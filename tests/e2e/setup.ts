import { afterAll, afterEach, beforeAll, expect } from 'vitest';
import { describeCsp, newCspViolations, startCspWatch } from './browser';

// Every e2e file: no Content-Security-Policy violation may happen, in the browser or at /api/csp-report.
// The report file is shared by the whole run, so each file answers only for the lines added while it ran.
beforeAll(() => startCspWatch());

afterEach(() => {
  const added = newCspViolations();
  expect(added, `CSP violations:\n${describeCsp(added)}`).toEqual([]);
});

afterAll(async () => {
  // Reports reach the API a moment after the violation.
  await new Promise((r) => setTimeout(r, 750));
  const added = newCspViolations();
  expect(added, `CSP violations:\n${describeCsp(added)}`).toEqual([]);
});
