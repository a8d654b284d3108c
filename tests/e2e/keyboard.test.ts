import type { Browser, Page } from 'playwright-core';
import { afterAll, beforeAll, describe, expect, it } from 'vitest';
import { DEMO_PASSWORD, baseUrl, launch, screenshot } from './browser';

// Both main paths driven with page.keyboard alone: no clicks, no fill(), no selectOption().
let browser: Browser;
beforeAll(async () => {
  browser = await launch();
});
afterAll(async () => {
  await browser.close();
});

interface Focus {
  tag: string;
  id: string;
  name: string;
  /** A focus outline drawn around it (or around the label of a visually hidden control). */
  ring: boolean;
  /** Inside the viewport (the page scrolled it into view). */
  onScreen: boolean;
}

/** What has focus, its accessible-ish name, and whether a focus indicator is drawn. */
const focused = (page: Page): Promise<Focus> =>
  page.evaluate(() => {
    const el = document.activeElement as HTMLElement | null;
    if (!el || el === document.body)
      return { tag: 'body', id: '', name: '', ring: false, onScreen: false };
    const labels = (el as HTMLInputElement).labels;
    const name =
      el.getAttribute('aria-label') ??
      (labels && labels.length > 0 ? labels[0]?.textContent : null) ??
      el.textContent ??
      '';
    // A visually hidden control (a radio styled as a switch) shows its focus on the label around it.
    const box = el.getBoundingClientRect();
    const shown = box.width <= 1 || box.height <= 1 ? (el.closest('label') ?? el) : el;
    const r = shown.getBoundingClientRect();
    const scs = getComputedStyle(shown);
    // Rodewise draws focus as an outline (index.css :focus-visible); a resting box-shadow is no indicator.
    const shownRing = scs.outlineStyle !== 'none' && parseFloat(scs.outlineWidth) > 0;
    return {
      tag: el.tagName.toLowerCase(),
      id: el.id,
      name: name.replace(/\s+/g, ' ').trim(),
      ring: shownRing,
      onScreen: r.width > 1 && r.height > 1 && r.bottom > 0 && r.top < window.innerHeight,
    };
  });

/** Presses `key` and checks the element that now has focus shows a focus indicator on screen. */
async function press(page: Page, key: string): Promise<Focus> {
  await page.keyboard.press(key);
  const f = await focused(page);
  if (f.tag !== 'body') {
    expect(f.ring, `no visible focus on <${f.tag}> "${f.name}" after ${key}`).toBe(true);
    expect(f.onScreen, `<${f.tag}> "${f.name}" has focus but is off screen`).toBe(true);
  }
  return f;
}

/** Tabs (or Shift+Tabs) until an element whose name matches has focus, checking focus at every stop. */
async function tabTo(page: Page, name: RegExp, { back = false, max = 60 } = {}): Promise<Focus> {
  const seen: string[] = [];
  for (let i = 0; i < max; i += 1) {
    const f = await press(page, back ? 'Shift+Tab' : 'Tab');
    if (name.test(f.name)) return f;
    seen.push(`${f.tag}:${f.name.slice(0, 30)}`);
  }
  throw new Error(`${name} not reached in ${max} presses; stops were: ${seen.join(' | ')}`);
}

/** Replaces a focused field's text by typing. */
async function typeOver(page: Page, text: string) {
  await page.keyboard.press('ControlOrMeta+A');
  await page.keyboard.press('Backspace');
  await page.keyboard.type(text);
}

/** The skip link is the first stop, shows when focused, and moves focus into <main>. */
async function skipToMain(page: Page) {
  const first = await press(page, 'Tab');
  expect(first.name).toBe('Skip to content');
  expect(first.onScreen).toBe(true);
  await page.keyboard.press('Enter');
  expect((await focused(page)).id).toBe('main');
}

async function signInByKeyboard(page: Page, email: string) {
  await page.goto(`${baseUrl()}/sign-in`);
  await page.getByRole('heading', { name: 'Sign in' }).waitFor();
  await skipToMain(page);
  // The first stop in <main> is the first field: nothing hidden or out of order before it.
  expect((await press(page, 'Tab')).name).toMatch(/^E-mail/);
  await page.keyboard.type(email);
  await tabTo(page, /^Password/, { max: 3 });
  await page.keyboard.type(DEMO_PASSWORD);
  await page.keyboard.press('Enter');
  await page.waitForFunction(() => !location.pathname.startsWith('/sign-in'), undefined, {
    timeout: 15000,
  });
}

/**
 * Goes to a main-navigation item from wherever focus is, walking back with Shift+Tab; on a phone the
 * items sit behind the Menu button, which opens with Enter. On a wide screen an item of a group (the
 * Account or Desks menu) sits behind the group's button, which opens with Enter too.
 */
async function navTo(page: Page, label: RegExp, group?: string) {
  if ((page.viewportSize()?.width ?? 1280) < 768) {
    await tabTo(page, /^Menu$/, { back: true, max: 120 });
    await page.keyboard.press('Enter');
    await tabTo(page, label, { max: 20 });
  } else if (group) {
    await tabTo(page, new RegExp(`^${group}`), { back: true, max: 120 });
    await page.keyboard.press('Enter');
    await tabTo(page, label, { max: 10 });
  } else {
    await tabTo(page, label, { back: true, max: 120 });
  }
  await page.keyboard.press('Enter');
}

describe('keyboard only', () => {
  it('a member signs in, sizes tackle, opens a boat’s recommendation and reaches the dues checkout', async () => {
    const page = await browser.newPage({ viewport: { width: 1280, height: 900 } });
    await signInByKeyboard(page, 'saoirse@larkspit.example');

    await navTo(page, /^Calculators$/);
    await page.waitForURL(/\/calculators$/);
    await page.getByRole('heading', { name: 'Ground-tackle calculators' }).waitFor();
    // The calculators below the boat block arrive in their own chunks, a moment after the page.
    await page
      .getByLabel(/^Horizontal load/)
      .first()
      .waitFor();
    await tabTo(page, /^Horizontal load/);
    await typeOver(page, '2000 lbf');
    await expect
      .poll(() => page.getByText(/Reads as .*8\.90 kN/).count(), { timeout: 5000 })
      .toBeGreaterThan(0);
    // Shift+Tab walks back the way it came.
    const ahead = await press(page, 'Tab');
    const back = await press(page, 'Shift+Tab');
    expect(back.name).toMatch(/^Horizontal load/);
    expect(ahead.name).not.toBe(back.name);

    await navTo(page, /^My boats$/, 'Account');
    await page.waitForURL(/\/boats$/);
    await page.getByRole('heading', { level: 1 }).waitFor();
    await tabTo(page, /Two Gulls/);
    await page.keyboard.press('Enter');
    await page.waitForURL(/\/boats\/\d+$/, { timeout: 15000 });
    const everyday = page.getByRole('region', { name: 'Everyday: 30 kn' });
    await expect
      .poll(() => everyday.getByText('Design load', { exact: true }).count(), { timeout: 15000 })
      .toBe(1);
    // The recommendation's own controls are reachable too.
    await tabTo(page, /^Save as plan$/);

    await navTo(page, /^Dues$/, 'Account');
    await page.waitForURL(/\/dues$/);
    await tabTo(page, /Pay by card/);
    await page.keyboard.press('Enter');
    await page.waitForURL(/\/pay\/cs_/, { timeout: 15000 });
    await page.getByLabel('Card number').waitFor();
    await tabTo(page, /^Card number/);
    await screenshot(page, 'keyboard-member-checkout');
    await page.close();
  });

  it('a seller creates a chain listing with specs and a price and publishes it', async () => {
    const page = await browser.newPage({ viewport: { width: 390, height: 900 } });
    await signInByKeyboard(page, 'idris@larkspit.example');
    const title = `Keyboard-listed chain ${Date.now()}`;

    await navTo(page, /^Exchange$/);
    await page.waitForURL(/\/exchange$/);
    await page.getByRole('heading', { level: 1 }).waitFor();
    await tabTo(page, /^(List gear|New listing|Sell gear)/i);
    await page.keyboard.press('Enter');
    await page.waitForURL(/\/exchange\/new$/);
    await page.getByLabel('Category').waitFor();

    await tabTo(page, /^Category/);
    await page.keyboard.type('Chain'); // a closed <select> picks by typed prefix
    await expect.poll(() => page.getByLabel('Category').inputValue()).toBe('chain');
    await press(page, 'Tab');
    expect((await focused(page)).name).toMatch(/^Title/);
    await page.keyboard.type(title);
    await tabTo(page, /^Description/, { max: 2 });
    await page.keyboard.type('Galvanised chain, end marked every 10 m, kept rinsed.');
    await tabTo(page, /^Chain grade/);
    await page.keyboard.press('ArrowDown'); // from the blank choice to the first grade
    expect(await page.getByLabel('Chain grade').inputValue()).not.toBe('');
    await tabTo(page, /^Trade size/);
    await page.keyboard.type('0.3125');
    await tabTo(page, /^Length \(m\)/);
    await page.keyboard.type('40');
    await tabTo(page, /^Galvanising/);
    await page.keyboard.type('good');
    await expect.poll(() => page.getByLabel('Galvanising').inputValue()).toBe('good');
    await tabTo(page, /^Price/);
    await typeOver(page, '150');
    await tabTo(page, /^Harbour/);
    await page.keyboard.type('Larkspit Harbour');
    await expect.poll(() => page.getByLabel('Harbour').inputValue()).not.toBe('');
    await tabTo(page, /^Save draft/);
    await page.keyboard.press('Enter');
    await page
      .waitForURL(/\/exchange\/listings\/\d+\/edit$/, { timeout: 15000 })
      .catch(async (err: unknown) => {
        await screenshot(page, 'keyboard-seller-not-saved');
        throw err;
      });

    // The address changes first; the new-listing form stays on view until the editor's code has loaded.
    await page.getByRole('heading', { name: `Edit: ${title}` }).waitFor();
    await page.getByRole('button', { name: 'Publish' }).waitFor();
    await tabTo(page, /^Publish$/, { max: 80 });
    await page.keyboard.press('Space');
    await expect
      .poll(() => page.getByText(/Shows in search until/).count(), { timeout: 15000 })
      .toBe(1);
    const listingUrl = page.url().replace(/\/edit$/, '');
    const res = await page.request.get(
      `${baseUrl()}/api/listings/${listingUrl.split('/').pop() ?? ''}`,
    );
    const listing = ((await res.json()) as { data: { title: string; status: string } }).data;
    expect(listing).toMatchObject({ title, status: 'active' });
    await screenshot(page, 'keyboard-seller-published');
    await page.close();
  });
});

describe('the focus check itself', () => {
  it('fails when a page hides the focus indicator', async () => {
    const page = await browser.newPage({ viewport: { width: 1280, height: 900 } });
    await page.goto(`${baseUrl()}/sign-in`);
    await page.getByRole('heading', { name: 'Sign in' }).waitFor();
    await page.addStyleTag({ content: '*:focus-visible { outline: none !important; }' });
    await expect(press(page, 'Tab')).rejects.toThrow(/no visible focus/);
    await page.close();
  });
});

§ **PROBLEM STATEMENT**
The first line of the listing above through the line containing "is drawn. */": print exactly that, both ends included.

§ **OUTPUT FOR THIS EXERCISE**
filename tests/e2e/setup.ts
import { afterAll, afterEach, beforeAll, expect } from 'vitest';
import { describeCsp, newCspViolations, startCspWatch } from './browser';

// Every e2e file: no Content-Security-Policy violation may happen, in the browser or at /api/csp-report.
// The report file is shared by the whole run, so each file answers only for the lines added while it ran.
beforeAll(() => startCspWatch());

afterEach(() => {
  const added = newCspViolations();
  expect(added, `CSP violations:\n${describeCsp(added)}`).toEqual([]);
});

afterAll(async () => {
  // Reports reach the API a moment after the violation.
  await new Promise((r) => setTimeout(r, 750));
  const added = newCspViolations();
  expect(added, `CSP violations:\n${describeCsp(added)}`).toEqual([]);
});
repository a8d654b284d3108c
filename tests/e2e/keyboard.test.ts
import type { Browser, Page } from 'playwright-core';
import { afterAll, beforeAll, describe, expect, it } from 'vitest';
import { DEMO_PASSWORD, baseUrl, launch, screenshot } from './browser';

// Both main paths driven with page.keyboard alone: no clicks, no fill(), no selectOption().
let browser: Browser;
beforeAll(async () => {
  browser = await launch();
});
afterAll(async () => {
  await browser.close();
});

interface Focus {
  tag: string;
  id: string;
  name: string;
  /** A focus outline drawn around it (or around the label of a visually hidden control). */
  ring: boolean;
  /** Inside the viewport (the page scrolled it into view). */
  onScreen: boolean;
}

/** What has focus, its accessible-ish name, and whether a focus indicator is drawn. */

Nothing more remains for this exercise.